En décembre, l’influenceur russe Sergei Kosenko s’est filmé en train de conduire une moto d’une jetée dans la mer pour ses cinq millions de followers sur Instagram. Il a ensuite été expulsé pour avoir organisé un rassemblement de masse illégal de personnes. Ou il y a Kristen Gray. Le mois dernier, l’influenceur américain et nomade numérique a été expulsé de Bali pour avoir tweeté que l’île était « conviviale pour les homosexuels » et encouragé les autres à s’y installer pendant la pandémie. Jamaruli Manihuruk, du ministère indonésien du droit et des droits de l’homme, a déclaré que ses tweets avaient « diffusé des informations dérangeantes pour le public », ce qui a été à la base de son expulsion. Ces deux cas ont soulevé des questions complexes autour du statut de ces travailleurs à distance à Bali.

« Bali est un endroit incroyable et lorsque que tu y vis, c’est une chance pouvoir l’appeler chez nous, même pour une courte période. Certaines personnes ne comprennent clairement pas cela et cela peut certainement se retourner contre lui. Ces incidents isolés peuvent mettre l’ensemble du scénario sous un mauvais jour et pourraient le gâcher pour d’autres.

Avant l’épidémie, les autorités balinaises ont officieusement fermé les yeux sur les nomades numériques restant exonérés d’impôt pendant de plus longues périodes. Alors que de nombreux pays, dont la Barbade et la Thaïlande, ont introduit des visas nomades numériques à plus long terme pour attirer les visiteurs, la politique actuelle de l’Indonésie en matière de visas offre aux travailleurs à distance une échappatoire fiscale.

En règle générale, les nomades numériques arrivent avec des visas touristiques et « prolongent » leur séjour en effectuant de courts trajets de visa vers les pays voisins comme la Malaisie et Singapour. Mais si cette échappatoire peut être financièrement avantageuse pour les nomades numériques, elle laisse place à l’examen minutieux des membres contribuables de la communauté. « Si quelqu’un souhaite vraiment rester à Bali, il doit obtenir un visa d’affaires et investir dans la communauté locale », explique Michael Craig, propriétaire de Dojo Coworking à Bali.

Cela pourrait bientôt changer. Le ministre indonésien du tourisme et de l’économie créative Sandiaga Uno et la ministre du droit et des droits de l’homme Yasonna Laoly ont annoncé ce mois-ci qu’ils envisageaient un visa de longue durée pour les visiteurs internationaux et les nomades numériques pouvant aller jusqu’à cinq ans, ce qui nécessiterait un dépôt de 2 milliards de roupies indonésiennes (environ 130 000 Eur) par individu ou 2,5 milliards par famille. Le gouvernement espère que le nouveau visa incitera les touristes à rester plus longtemps, mais aura également pour effet secondaire d’augmenter la « qualité » des touristes.

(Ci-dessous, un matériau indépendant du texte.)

"""Where a numerical method cannot go on, and the guarded working of a function."""

from __future__ import annotations

import math
from collections.abc import Callable

Curve = Callable[[float], float]
"""A function of one name, coherent SI in and out; may raise ArithmeticError or ValueError off its domain."""


class NotDefined(Exception):
    """A function has no value at a place that the method must look at."""

    def __init__(self, x: float, what: str = "has no value") -> None:
        super().__init__(f"{what} at {x!r}")
        self.x = x
        """The place, coherent SI."""
        self.what = what
        """`has no value`, or what it does there: `grows without settling`."""


class NoConvergence(Exception):
    """A method that goes nearer step by step did not arrive."""

    def __init__(self, what: str, low: float, high: float) -> None:
        super().__init__(f"{what} between {low!r} and {high!r}")
        self.what = what
        self.low = low
        self.high = high
        """The stretch in which it failed, coherent SI."""


def check_bounds(low: float, high: float) -> tuple[float, float]:
    """Both as floats; raises ValueError unless they are finite and the first is below the second."""
    if not (math.isfinite(low) and math.isfinite(high) and low < high):
        raise ValueError(f"bounds {low!r} and {high!r}")
    return float(low), float(high)


def tried(f: Curve, x: float) -> float:
    """The value, nan where there is none."""
    try:
        y = float(f(x))
    except (ArithmeticError, ValueError):
        return math.nan
    return y if math.isfinite(y) else math.nan


def signed(f: Curve, sign: float) -> Curve:
    """The curve, or for a sign of -1 its mirror image."""
    return lambda x: sign * f(x)


def worked(f: Curve, x: float) -> float:
    """The value; raises `NotDefined` where there is none."""
    y = tried(f, x)
    if math.isnan(y):
        raise NotDefined(x)
    return y
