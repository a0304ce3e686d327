"""Systems of linear equations: seen on the tree, solved by NumPy after scaling."""

from __future__ import annotations

import math
from dataclasses import dataclass
from typing import TYPE_CHECKING, Literal

from loadpath.formula.tree import Binary, Name, Negative, Node
from loadpath.numeric.trees import ONE, ZERO, holding, is_one, is_zero, typed_number

if TYPE_CHECKING:
    from numpy import float64
    from numpy.typing import NDArray

    Array = NDArray[float64]

Form = dict[str, Node]

State = Literal["regular", "singular, no solution", "singular, many solutions", "nearly singular"]

NEARLY_SINGULAR = 1e11
"""From this condition on, four of a float's sixteen digits are all that is sure of a solution."""
AGREES = 1e-9
"""Sides of a redundant equation within this much of their terms agree."""
FREE = 1e-9
"""A share in the null space above this leaves an unknown free."""


# --- linearity, seen on the tree ----------------------------------------------------------------------------


def linear_form(node: Node, unknowns: frozenset[str]) -> Form | None:
    """The coefficient of each unknown that occurs, and under "" the constant part (`0` where there is none).

    None where the tree is not linear in the unknowns. Whatever is free of them counts as constant. An unknown
    whose two typed coefficients are the same and cancel is left out.
    """
    form = _read(node, unknowns, holding(node, unknowns))
    return None if form is None else {"": ZERO, **form}


def _read(node: Node, unknowns: frozenset[str], holds: frozenset[int]) -> Form | None:
    if id(node) not in holds:
        return {} if is_zero(node) else {"": node}
    match node:
        case Name(name=name):
            return {name: ONE}
        case Negative(operand=operand):
            inner = _read(operand, unknowns, holds)
            return None if inner is None else {name: _minus(each) for name, each in inner.items()}
        case Binary(operator="+" | "-", left=left, right=right):
            a, b = _read(left, unknowns, holds), _read(right, unknowns, holds)
            return None if a is None or b is None else _joined(a, b, node.operator == "-")
        case Binary(operator="*", left=left, right=right):
            if id(left) in holds and id(right) in holds:
                return None
            factor, rest, first = (right, left, False) if id(left) in holds else (left, right, True)
            inner = _read(rest, unknowns, holds)
            return None if inner is None else _kept({n: _times(factor, c, first) for n, c in inner.items()})
        case Binary(operator="/", left=left, right=right) if id(right) not in holds:
            inner = _read(left, unknowns, holds)
            return None if inner is None else {name: _over(c, right) for name, c in inner.items()}
        case Binary(operator="^", left=left, right=right) if id(right) not in holds:
            exponent = typed_number(right)
            if exponent == 1:
                return _read(left, unknowns, holds)
            return {"": ONE} if exponent == 0 else None
    return None


def _kept(form: Form) -> Form:
    return {name: each for name, each in form.items() if not is_zero(each)}


def _joined(a: Form, b: Form, minus: bool) -> Form:
    form = dict(a)
    for name, right in b.items():
        if name not in a:
            form[name] = _minus(right) if minus else right
            continue
        subtract = minus
        if isinstance(right, Negative):
            right, subtract = right.operand, not minus
        if subtract and a[name] == right:
            del form[name]
        else:
            form[name] = Binary("-" if subtract else "+", a[name], right)
    return form


def _minus(node: Node) -> Node:
    return node.operand if isinstance(node, Negative) else Negative(node)


def _times(factor: Node, coefficient: Node, first: bool) -> Node:
    """`factor*coefficient`, or `coefficient*factor` where the factor was typed second."""
    if is_zero(factor):
        return ZERO
    if isinstance(coefficient, Negative):
        return _minus(_times(factor, coefficient.operand, first))
    if is_one(factor):
        return coefficient
    if is_one(coefficient):
        return factor
    return Binary("*", factor, coefficient) if first else Binary("*", coefficient, factor)


def _over(coefficient: Node, divisor: Node) -> Node:
    if is_one(divisor):
        return coefficient
    if isinstance(coefficient, Negative):
        return _minus(_over(coefficient.operand, divisor))
    return Binary("/", coefficient, divisor)


# --- solving ------------------------------------------------------------------------------------------------


@dataclass(frozen=True, slots=True)
class Solution:
    """What a linear system comes to."""

    values: tuple[float, ...] | None
    """Coherent SI, in the order of the columns; None where there is no single solution."""
    rank: int
    condition: float
    """Of the scaled matrix: largest over smallest singular value, infinite where it is singular."""
    state: State
    free: tuple[int, ...]
    """Columns of unknowns that the equations don't fix."""


def solve(matrix: list[list[float]], right: list[float]) -> Solution:
    """Solves `matrix` times unknowns = `right`, with as many equations as unknowns or not.

    Rows and columns are scaled first: their entries are of different dimension (kN against rad). A system
    that is nearly singular gets its values, which are then good for few digits. Raises ValueError for an
    empty or ragged matrix and for entries that are not finite.
    """
    import numpy as np

    a, b = np.array(matrix, dtype=float), np.array(right, dtype=float)
    if a.ndim != 2 or 0 in a.shape or b.shape != a.shape[:1]:
        raise ValueError("a matrix with a right side for each row is needed")
    if not (np.isfinite(a).all() and np.isfinite(b).all()):
        raise ValueError("an entry is not finite")
    rows, columns = _scales(a)
    scaled, side = a * rows[:, None] * columns[None, :], b * rows
    left_vectors, singular, right_vectors = np.linalg.svd(scaled)
    most, unknowns = float(singular[0]), a.shape[1]
    lost = 8 * max(a.shape) * float(np.finfo(float).eps) * most
    rank = int((singular > lost).sum())
    inverse = right_vectors[:rank].T / singular[:rank]
    found = _refined(scaled, side, inverse @ left_vectors[:, :rank].T)
    agrees = _agrees(scaled, side, found)
    condition = most / float(singular[rank - 1]) if rank == unknowns else math.inf
    if rank == unknowns and agrees:
        values = tuple(float(v) for v in _without_crumbs(scaled, side, found) * columns)
        state: State = "regular" if condition < NEARLY_SINGULAR else "nearly singular"
        return Solution(values, rank, condition, state, ())
    shares = np.sqrt((right_vectors[rank:] ** 2).sum(axis=0))
    free = tuple(int(j) for j in np.nonzero(shares > FREE)[0])
    state = "singular, many solutions" if agrees else "singular, no solution"
    return Solution(None, rank, condition, state, free)


def _scales(a: Array) -> tuple[Array, Array]:
    """Powers of two, so that scaling rounds nothing, that bring every row and column near 1."""
    import numpy as np

    def toward_one(largest: Array) -> Array:
        exponents = np.where(largest > 0, -np.round(np.log2(np.where(largest > 0, largest, 1.0)) / 2), 0.0)
        return np.asarray(2.0**exponents)

    rows, columns = np.ones(a.shape[0]), np.ones(a.shape[1])
    for _ in range(12):
        size = np.abs(a * rows[:, None] * columns[None, :])
        rows, columns = rows * toward_one(size.max(axis=1)), columns * toward_one(size.max(axis=0))
    return rows, columns


def _refined(a: Array, b: Array, inverse: Array) -> Array:
    """The solution, put back twice in longer floats and mended by what is left."""
    import numpy as np

    found = np.asarray(inverse @ b, dtype=np.longdouble)
    for _ in range(2):
        left = b.astype(np.longdouble) - a.astype(np.longdouble) @ found
        found = found + inverse @ left.astype(float)
    return found.astype(float)


def _terms(a: Array, b: Array, found: Array) -> Array:
    """The sizes of the terms of each equation, added up."""
    import numpy as np

    return np.asarray(np.abs(a) @ np.abs(found) + np.abs(b))


def _agrees(a: Array, b: Array, found: Array) -> bool:
    """True where every equation holds with the solution put back."""
    import numpy as np

    terms = _terms(a, b, found)
    rounding = 100 * float(np.finfo(float).eps) * float(terms.max())
    return bool((np.abs(a @ found - b) <= AGREES * terms + rounding).all())


def _without_crumbs(a: Array, b: Array, found: Array) -> Array:
    """A value below the rounding of an equation it stands in is 0, where every other equation lets it be: it
    is below the rounding there too, or nothing else stands there."""
    import numpy as np

    shares = np.abs(a) * np.abs(found)[None, :]
    terms = _terms(a, b, found)[:, None]
    below = shares <= 4 * float(np.finfo(float).eps) * terms
    alone = terms - shares < shares / 2
    absent = shares == 0
    crumbs = (below | alone).all(axis=0) & (below & ~absent).any(axis=0)
    return np.where(crumbs | absent.all(axis=0), 0.0, found)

Après tout, Bali a longtemps été fortement dépendante du tourisme. Alors que les voyages internationaux commençaient à se tarir pendant que la pandémie s’installait l’année dernière, l’économie de Bali a reculé de 1,14 % au cours des trois premiers mois de 2020, selon les chiffres de la banque centrale d’Indonésie, ce qui en fait l’une des provinces les plus touchées du pays.

De toute manière les nomades numériques n’ont pas à trop s’inquiéter. D’autres destinations sont rapidement entrées en action pour attirer la vague de travailleurs à distance qui ont fui ailleurs en raison de la pandémie. Le ministre du Tourisme du Costa Rica, Gustavo Segura, a annoncé son intention d’encourager les travailleurs à distance à rester plus longtemps ; l’île portugaise de Madère développe un « village nomade numérique », doté d’espaces de coworking, de logements locatifs et d’événements de travail à distance ; et plusieurs îles des Caraïbes, dont la Barbade et Antigua, ont dévoilé des programmes similaires. Un accueil chaleureux de ces travailleurs à distance pourrait être essentiel pour stimuler les économies internationales lorsque le verrouillage se relâche.

Quant à Bali, de dures leçons ont été tirées des récentes déportations, et on espère que ce nouveau visa garantira un niveau de respect envers les communautés qui accueillent les visiteurs sur leur île.